Un étrange revirement
En Hongrie aussi, il ne devrait pas y avoir d'assouplissement à Noël. Magyar Hang s'en étonne, d'autant qu'aucune justification officielle n'a été mise en avant :
«Viktor Orbán a pris la décision après avoir consulté des experts. Récemment encore, il avait argué devant le Parlement que suivre ou non l'avis des experts, c'était une question de croyance et de goût. On en est donc réduit aux conjectures si l'on veut comprendre pourquoi Orbán a pris cette décision. A-t-il trop tardé à adopter le confinement [à l'automne] ? ... Ou est-ce que son goût lui dit qu'il devrait croire les virologues ? Ou bien [le think-tank proche du gouvernement] Századvég aurait-il commencé à faire des sondages sur la lutte anti-Covid ?»

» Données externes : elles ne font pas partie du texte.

"""What an identification is told beforehand."""

from __future__ import annotations

from dataclasses import dataclass


@dataclass(frozen=True)
class ClaimOptions:
    """velocity: km/s or None to find it; velocity_range: km/s searched
    temperature: K or None; log_pe: log10 dyn cm-2 or None; metallicity: [M/H];
    abundances: [X/Fe] by element symbol; species: considered alone when not empty
    frame: of the spectrum, which bounds where telluric lines may stand
    complete: whether every detectable feature of the coverage is in the table
    """

    velocity: float | None = None
    velocity_range: tuple[float, float] = (-500.0, 500.0)
    temperature: float | None = None
    log_pe: float | None = None
    metallicity: float = 0.0
    abundances: tuple[tuple[str, float], ...] = ()
    species: tuple[str, ...] = ()
    frame: str = "unknown"
    complete: bool = True
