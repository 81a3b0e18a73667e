"""A hint at the electron pressure from neighbouring stages of ionisation.

Where lines of two stages of one element stand on one curve of growth, the difference of their
intercepts is log10 of the ratio of their numbers less that of their partition functions, and
the Saha equation gives the electron pressure for a temperature. LTE and one layer are assumed:
neutral iron is over-ionised in metal-poor and hot stars, which looks like a lower pressure.
"""

from __future__ import annotations

from dataclasses import dataclass

import numpy as np

from ..lines.levels import ionisation_energy, saha_ratio_log
from ..lines.species import parse_species
from .growth import THETA_K, GrowthFit

ELEMENT_SCATTER = 0.15  # dex: errors of log gf scales and of LTE, element by element
STEP_K = 20.0  # of the numerical derivative
LARGEST_ERROR = 1.0  # dex: a hint worse than this is none


@dataclass(frozen=True)
class Balance:
    """log_pe: log10 of the electron pressure in dyn cm-2, and its error with that of T
    per_100k: its change, dex, when T rises by 100 K; pairs: such as ('Fe I/II', 'Ti I/II')
    """

    log_pe: float
    error: float
    per_100k: float
    pairs: tuple[str, ...]


def pressure_from_balance(difference, energy_ev, temperature: float):
    """log10 electron pressure, dyn cm-2, by Saha.

    difference: log10 [n(upper)/n(lower)] - log10 [U(upper)/U(lower)]; energy_ev: to ionise
    the lower stage; temperature in K.
    """
    return saha_ratio_log(0.0, energy_ev, temperature, 0.0) - difference


def ionisation_balance(fit: GrowthFit, names, temperature, error) -> Balance | None:
    """The balance of all pairs of neighbouring stages in a curve of growth; None without any.

    names: species names by catalogue index; temperature, error: K, adopted.
    """
    pairs = _pairs([parse_species(names[i]) for i in fit.species])
    if not pairs or not np.isfinite(temperature) or not np.isfinite(error):
        return None
    low, high = (np.array(x) for x in zip(*pairs))
    energy = np.array([ionisation_energy(names[fit.species[i]]) for i in low])
    usable = np.isfinite(energy)
    if not np.any(usable):
        return None
    low, high, energy = low[usable], high[usable], energy[usable]
    variance = _conditional(fit, low, high) + ELEMENT_SCATTER**2

    def mean(t):
        value = pressure_from_balance(_difference(fit, low, high, t), energy, t)
        return float(np.sum(value / variance) / np.sum(1.0 / variance)), value

    best, each = mean(temperature)
    slope = (mean(temperature + STEP_K)[0] - mean(temperature - STEP_K)[0]) / (2 * STEP_K)
    spread = max(float(np.sum((each - best) ** 2 / variance)) / max(len(each) - 1, 1), 1.0)
    own = np.sqrt(spread / np.sum(1.0 / variance))
    total = float(np.hypot(own, slope * error))
    if not total < LARGEST_ERROR:
        return None
    labels = tuple(_label(names[fit.species[i]], names[fit.species[j]]) for i, j in zip(low, high))
    return Balance(best, total, 100.0 * slope, labels)


def _pairs(species) -> list[tuple[int, int]]:
    """Positions of the neighbouring stages of one element."""
    place = {(s.element, s.stage): i for i, s in enumerate(species) if s.is_atomic}
    return [(i, place[e, z + 1]) for (e, z), i in sorted(place.items()) if (e, z + 1) in place]


def _label(low: str, high: str) -> str:
    return f"{low}/{high.split()[1]}"


def _difference(fit: GrowthFit, low, high, temperature):
    """c(lower) - c(upper stage) at a temperature (K): intercepts move with theta as their
    covariance says."""
    shift = THETA_K / temperature - fit.theta
    moved = fit.intercept + fit.covariance[1:, 0] / fit.covariance[0, 0] * shift
    return moved[low] - moved[high]


def _conditional(fit: GrowthFit, low, high):
    """Variance of those differences at a given theta."""
    c = fit.covariance
    inner = c[1:, 1:] - np.outer(c[1:, 0], c[0, 1:]) / c[0, 0]
    return np.maximum(inner[low, low] + inner[high, high] - 2 * inner[low, high], 0.0)
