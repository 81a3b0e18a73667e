"""The same features fitted again: under another continuum, or in another spectrum."""

from __future__ import annotations

from dataclasses import dataclass, replace

import numpy as np

from .core import measure_spectrum
from .detect import run_filters
from .features import FeatureTable
from .finding import Found
from .gauss import FWHM_PER_SIGMA
from .groups import Trace, fit_features, group_features
from .options import MeasureOptions
from .stretches import stretches, usable
from .table import fitted_table
from .veil import veil

C_KM_S = 299792.458
MEASURED = ("wave", "depth", "fwhm", "ew")


@dataclass(frozen=True, eq=False)
class Differences:
    """Second measurement less the first, and one sigma of it, for each feature, (n,).

    features: the table in the second spectrum, same rows, NaN where it has no samples;
    wave: Angstrom after the shift; depth; fwhm: Angstrom; ew: milliangstrom.
    """

    features: FeatureTable
    wave: np.ndarray
    wave_err: np.ndarray
    depth: np.ndarray
    depth_err: np.ndarray
    fwhm: np.ndarray
    fwhm_err: np.ndarray
    ew: np.ndarray
    ew_err: np.ndarray


def measure_again(features: FeatureTable, spectrum, velocity: float = 0.0, options=None):
    """The same ledger on another spectrum of the star: (Differences, its Measurement).

    features: the first table; spectrum: the other one; velocity: of the second relative to
    the first, km/s; options: MeasureOptions. Nothing is searched: every feature is fitted
    where it is expected. Errors of the two are independent and added in quadrature.
    """
    measured = measure_spectrum(spectrum, options or MeasureOptions())
    factor = 1.0 + velocity / C_KM_S
    segment = _best_segment(measured, features.wave * factor)
    moved = replace(features, wave=features.wave * factor, fwhm=features.fwhm * factor,
                    segment=np.maximum(segment, 0))
    order = np.lexsort((moved.wave, moved.segment))
    known = [i for i, s in enumerate(measured.segments) if s is not None]
    table = remeasured(spectrum, measured, moved.take(order), known)
    table = table.take(np.argsort(order))
    table = _blank(table, segment < 0)
    return differences(features, table, factor), measured


def differences(first: FeatureTable, second: FeatureTable, factor: float) -> Differences:
    """Of two tables with the same rows; factor: of the second's wavelengths over the first's."""
    columns = {}
    for name in MEASURED:
        scale = factor if name in ("wave", "fwhm", "ew") else 1.0
        columns[name] = getattr(second, name) / scale - getattr(first, name)
        columns[f"{name}_err"] = np.hypot(
            getattr(second, f"{name}_err") / scale, getattr(first, f"{name}_err"))
    return Differences(second, **columns)


def remeasured(
    spectrum, measurement, features: FeatureTable, segments, veil_held=None
) -> FeatureTable:
    """``features`` (sorted by segment, then wavelength) fitted again in ``segments``.

    Continuum, noise and width are the measurement's. Numbers and hand marks stay. veil_held:
    the veil at every sample of the only segment, where it is not to be found anew: a
    continuum that a person raised is not to be taken for broad absorption.
    """
    out = features
    for i in segments:
        rows = np.flatnonzero((features.segment == i) & np.isfinite(features.depth)
                              & np.isfinite(features.fwhm) & (features.fwhm > 0))
        rows = rows[["spike" not in features.flags[r].split() for r in rows]]
        if len(rows):
            fresh = _fitted((spectrum.segments[i], measurement.segments[i], veil_held),
                            features.take(rows), i)
            out = _put(out, rows, fresh)
    return out


def trace_of(segment, nodes, veil_held=None) -> tuple[Trace, list]:
    """(Trace of a whole segment under given nodes, its stretches); the veil found in it, or
    the one given."""
    good = usable(segment)
    runs = [r for r in stretches(segment.wave, good) if good[r].sum() >= 8]
    index = np.arange(len(good))
    flux = np.interp(index, index[good], segment.flux[good])
    y = 1.0 - flux / nodes.continuum_at(segment.wave)
    noise, width = nodes.noise_at(segment.wave), nodes.width_at(segment.wave)
    pixels = width / np.gradient(segment.wave)
    under = np.zeros(len(y))
    for r in runs if veil_held is None else ():
        for sign in (1, -1):
            under[r] += sign * veil(sign * y[r], noise[r], pixels[r], nodes.correlation_length)
    under = under if veil_held is None else veil_held
    return Trace(segment.wave, y, noise, good, width, nodes.continuum_err_at(segment.wave),
                 nodes.correlation, under), runs


def _fitted(where, features: FeatureTable, number: int) -> FeatureTable:
    segment, nodes, veil_held = where
    trace, runs = trace_of(segment, nodes, veil_held)
    index = np.clip(np.searchsorted(trace.wave, features.wave), 0, len(trace.wave) - 1)
    inside = [next((r for r in runs if r.start <= i < r.stop), None) for i in index]
    there = np.array([r is not None for r in inside])
    if not there.any():
        return _blank(features, ~there)
    limits = np.array([[r.start, r.stop] for r in inside if r is not None])
    f, index = features.take(there), index[there]
    own = np.array(["integrated" in words.split() for words in f.flags])
    under = np.where(own, 0.0, np.interp(f.wave, trace.wave, trace.veil))
    start = np.c_[f.depth * (1.0 - under), f.wave, np.log(f.fwhm / FWHM_PER_SIGMA)]
    group = group_features(f.wave, np.maximum(f.fwhm, trace.width[index]), limits[:, 0], own)
    fitted = fit_features(trace, start, limits, group, own)
    found = Found(index, f.sign, _strength(trace, runs, index, f.sign), limits, own,
                  np.zeros(len(index), dtype=bool), start)
    table = fitted_table(trace, nodes, found, fitted, number)
    return _put(_blank(features, ~there), np.flatnonzero(there), table)


def _strength(trace, runs, index, sign):
    level = np.zeros(len(trace.wave))
    pixels = trace.width / np.gradient(trace.wave)
    for r in runs:
        level[r] = run_filters(trace.y[r], trace.noise[r], trace.good[r], pixels[r],
                               trace.correlation, trace.level_err[r]).level
    return sign * level[index]


def _put(table: FeatureTable, rows, fresh: FeatureTable) -> FeatureTable:
    """``table`` with the measurements of ``fresh`` in ``rows``; numbers and order stay."""
    columns, flags = {}, list(table.flags)
    for name in FeatureTable.__dataclass_fields__:
        if name not in ("flags", "number", "sign", "segment"):
            columns[name] = getattr(table, name).copy()
            columns[name][rows] = getattr(fresh, name)
    for row, words in zip(rows, fresh.flags, strict=True):
        hand = " hand" if "hand" in flags[row].split() and "hand" not in words.split() else ""
        flags[row] = f"{words}{hand}".strip()
    return replace(table, **columns, flags=tuple(flags))


def _blank(table: FeatureTable, rows) -> FeatureTable:
    """NaN for what could not be measured in ``rows``."""
    columns = {}
    for name in ("significance", "continuum", *MEASURED, *(f"{n}_err" for n in MEASURED)):
        if name != "wave":
            columns[name] = np.where(rows, np.nan, getattr(table, name))
    return replace(table, **columns)


def _best_segment(measured, wave):
    """Segment that covers each wavelength farthest from its ends; -1 where none does."""
    best, room = np.full(len(wave), -1), np.zeros(len(wave))
    for i, s in enumerate(measured.segments):
        if s is not None:
            here = np.minimum(wave - s.node_wave[0], s.node_wave[-1] - wave)
            best, room = np.where(here > room, i, best), np.maximum(room, here)
    covered = np.zeros(len(wave), dtype=bool)
    for low, high in measured.coverage:
        covered |= (wave >= low) & (wave <= high)
    return np.where(covered, best, -1)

Le seul recours : le bâton
En Allemagne, l'Académie des sciences Leopoldina a sommé la classe politique de décider d'un train de mesures bien plus restrictives que celles en vigueur actuellement, prévoyant une fermeture des écoles et un véritable confinement, à compter de la semaine prochaine et jusqu'au 10 janvier. Der Tagesspiegel estime qu'il n'y a pas d'alternative :
«Une fois de plus, on se demande si c'est bien la bonne décision, s'il n'y aurait pas une meilleure option. Si, il y en aurait une, mais à ce jour, la chose que l'on peut prouver le plus infailliblement, c'est notre incapacité à réagir de manière suffisamment ciblée, équilibrée, flexible, solidaire, à la fois basée sur la science et sachant faire la part des limites de la science, efficace en termes logistiques et technologiques et communiquée de manière fiable. ... Les gens ont besoin de sécurité, l'économie aussi. Si nous ne parvenons pas à atteindre cet objectif de manière intelligente, eh bien nous devons essayer la voie de la coercition, dans un esprit pas du tout festif.»
Joyeuses Fêtes !
Új Szó ne croit pas que le gouvernement slovaque suive une ligne plus prévisible d'ici Noël dans sa lutte anti-Covid :
«Toute la presse slovaque, la population et même la présidente Zuzana Čaputová demandent depuis plus de six mois que les mesures soient décidées par des experts et ne changent pas toutes les cinq minutes. Ils demandent par ailleurs une communication claire et transparente. ... Mais pour la Saint-Nicolas, le gouvernement nous a offert chaos et frustration, et il semblerait que pour Noël, il nous ait préparé un confinement.»
Impossible de s'y retrouver
De nouvelles règles, qui concernent surtout les commerces, sont en vigueur en Lettonie depuis quelques jours. Elles prévoient notamment l'interdiction de la vente de certains produits le week-end. Neatkarīgā n'y voit aucune logique :
«Tous les commerces sont affectés par les nouvelles restrictions, y compris le plus petit débit au fin fond de la province. Heureusement, la vente d'aliments pour animaux, de journaux et de titres de transport est encore possible sans restrictions. ... Mais les rayons des gants, des chaussettes et des bottes sont rendus inaccessibles par des films plastique. Comble de l'absurdité : on ne peut pas acheter de produit désinfectant. A la station service, impossible d'acheter des articles automobiles. Comment le comprendre ? Quand le réservoir du lave-glace est vide ou une ampoule grillée, on fait le plein, on repart dans le noir et on rentre dans le prochain chêne. ... Il y a déjà des restrictions du nombre de clients au mètre carré pour toutes les surfaces commerciales, et acheter un bidon de liquide de frein se fait en une minute.»